Споры о соборе и его мировоззренческих и философских основаниях не утихают и вряд ли утихнут, периодически они складываются в новые синтетические концепции. Популярно объяснение этого художественного комплекса через усложнение религиозности, в частности, литургии с новым обрядом демонстрации гостии, то есть Тела Христова (илл. 124), возрождение оптики, называвшейся тогда неслучайно латинским словом perspectiva, возникновением профессии архитектора. Добавлю к этому, что в чем-то антиклассическая готическая архитектура с 1200 года украшалась скульптурой, ориентировавшейся на античную пластику: контрапост шартрских фигур, о которых я говорил ранее, не внес в «тело» огромного храма стилистического диссонанса. Еще через два десятка лет на стенах Реймсского собора появились так называемые маски, о функциях которых историки спорят, но всем очевидно, что они представляют собой своеобразные физиогномические опыты[413]
(илл. 125).125. Голова мужчины. Нижний угол оконного проема верхнего яруса югозападной башни Реймсского собора. Около 1225 года. Реймс
Возвращение тела и лица в западноевропейскую пластику такого значения, как Реймс и Шартр, может объясняться не в последнюю очередь и возрождением культуры тела, cura corporis, как ее называли, хорошо заметным в произведениях литературы того времени, как художественной, так и специальной, будь то литература по медицине, астрологии или физиогномике. Интерес к человеку, микрокосмосу, сопровождался, естественно, и интересом к макрокосмосу, иллюстрацией чему в какой-то степени могут служить как растительные мотивы капителей, вся эта «готическая флора», так и некоторые иллюстрированные рукописи, в которых художники пытались следовать не только заранее заданным моделям, но и эмпирическим реалиям. Характерный тому пример – «Искусство соколиной охоты» Фридриха II, иллюстрированное в Южной Италии около 1260 года для его наследника – короля Манфреда.

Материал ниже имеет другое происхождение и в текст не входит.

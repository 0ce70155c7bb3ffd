package org.shearstack.io.benchlog;

import java.util.Locale;
import java.util.Optional;

/** Unit of a log's speed column. */
public enum SpeedUnit {
    RPM("rpm", Math.PI / 30),
    HERTZ("Hz", 2 * Math.PI),
    RAD_PER_S("rad/s", 1.0);

    private final String symbol;
    private final double toRadPerS;

    SpeedUnit(String symbol, double toRadPerS) {
        this.symbol = symbol;
        this.toRadPerS = toRadPerS;
    }

    public String symbol() {
        return symbol;
    }

    public double toRadPerS(double value) {
        return value * toRadPerS;
    }

    /** The unit for a symbol as written in a header or an option ("rpm", "Hz", "rad/s", ...), if known. */
    public static Optional<SpeedUnit> fromSymbol(String text) {
        switch (text.trim().toLowerCase(Locale.ROOT).replace(" ", "")) {
            case "rpm", "r/min", "rev/min", "1/min", "min^-1", "min-1", "u/min":
                return Optional.of(RPM);
            case "hz", "rev/s", "rps", "r/s":
                return Optional.of(HERTZ);
            case "rad/s", "rad/sec", "rads", "rad_s", "rad*s^-1":
                return Optional.of(RAD_PER_S);
            default:
                return Optional.empty();
        }
    }
}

И конечно, важнейшим катализатором этого открытия природы и человека послужили перевод и активная рецепция естественнонаучных трудов Аристотеля, его комментаторов и произведений античной и арабской медицины, трудов по астрономии и астрологии[414]
.Как можно видеть, историки искусства, трактуя изображения и постройки, любят искать опору в текстах. Это особенно привлекательно, когда такие тексты есть, когда легко или трудно различимые нити протягиваются от них к образам, когда выстраиваются относительно надежные или гипотетические причинно-следственные связи. Возрождение в Европе породило и великое искусство, и великую философию, создало во многом новую картину мира, унаследованную и нами. Называть ее научной в отличие от предшествующих, «ненаучных», представляется мне анахронизмом, к тому же мало что в культуре Возрождения объясняющим. Тем не менее мы не можем отрицать, что Альберти был в одинаковой мере философом, писателем и художником, что Леонардо как художник немыслим без Леонардо-естествоиспытателя, экспериментатора и анатома, что юный Микеланджело сформировал свой талант около 1490 года в кругу Лоренцо Великолепного и пользовавшихся его покровительством неоплатоников, умнейших людей своего времени. Чуть позднее из Умбрии во Флоренцию приехал и Рафаэль.
Флоренция XV века действительно стала той средой, в которой теоретические и практические идеи обсуждались уже не только на ученой латыни, но и на понятном художникам вольгаре (ни Мазаччо, ни Леонардо, ни Микеланджело, ни Рафаэль латыни не знали). В мастерской Боттичелли, как свидетельствует один хронист, собирались всякие «бездельники» (scioperati) и вели беседы на разные темы. Этот художник слыл умником и склонным к рассуждениям о словесности – не зря он иллюстрировал «Комедию» Данте, и это его произведение, естественно, – одно из самых сложных. Границы между позитивными знаниями, философской рефлексией и художественным их воплощением легко преодолевались. Поэтому то, что рекомендуется, например, в небольшом сочинении «О живописи» Альберти (1435), воспринималось не только как конкретный прием, но и как новая художественная и мировоззренческая парадигма: «Сначала там, где я должен сделать рисунок, я черчу четырехугольник с прямыми углами, такого размера, какого я хочу, и принимаю его за открытое окно, откуда я разглядываю то, что на нем будет записано, и здесь я определяю рост человека, нужный мне для моей картины, и делю рост этого человека на три части, каждую из которых я для себя принимаю пропорциональной той мере, которая называется локтем»[415]
. Это не значит, что всякая картина того времени – «окно». Но к Альберти прислушались, а предложенный им прием непосредственно связан с развитием так называемой прямой, или итальянской, перспективы с ее единой точкой схода. Его дело продолжил Пьеро делла Франческа, снискавший себе в 1470-е годы славу короля живописцев Италии вне Флоренции, причем в большей степени благодаря своим трактатам по прикладной математике, чем картинам и фрескам[416].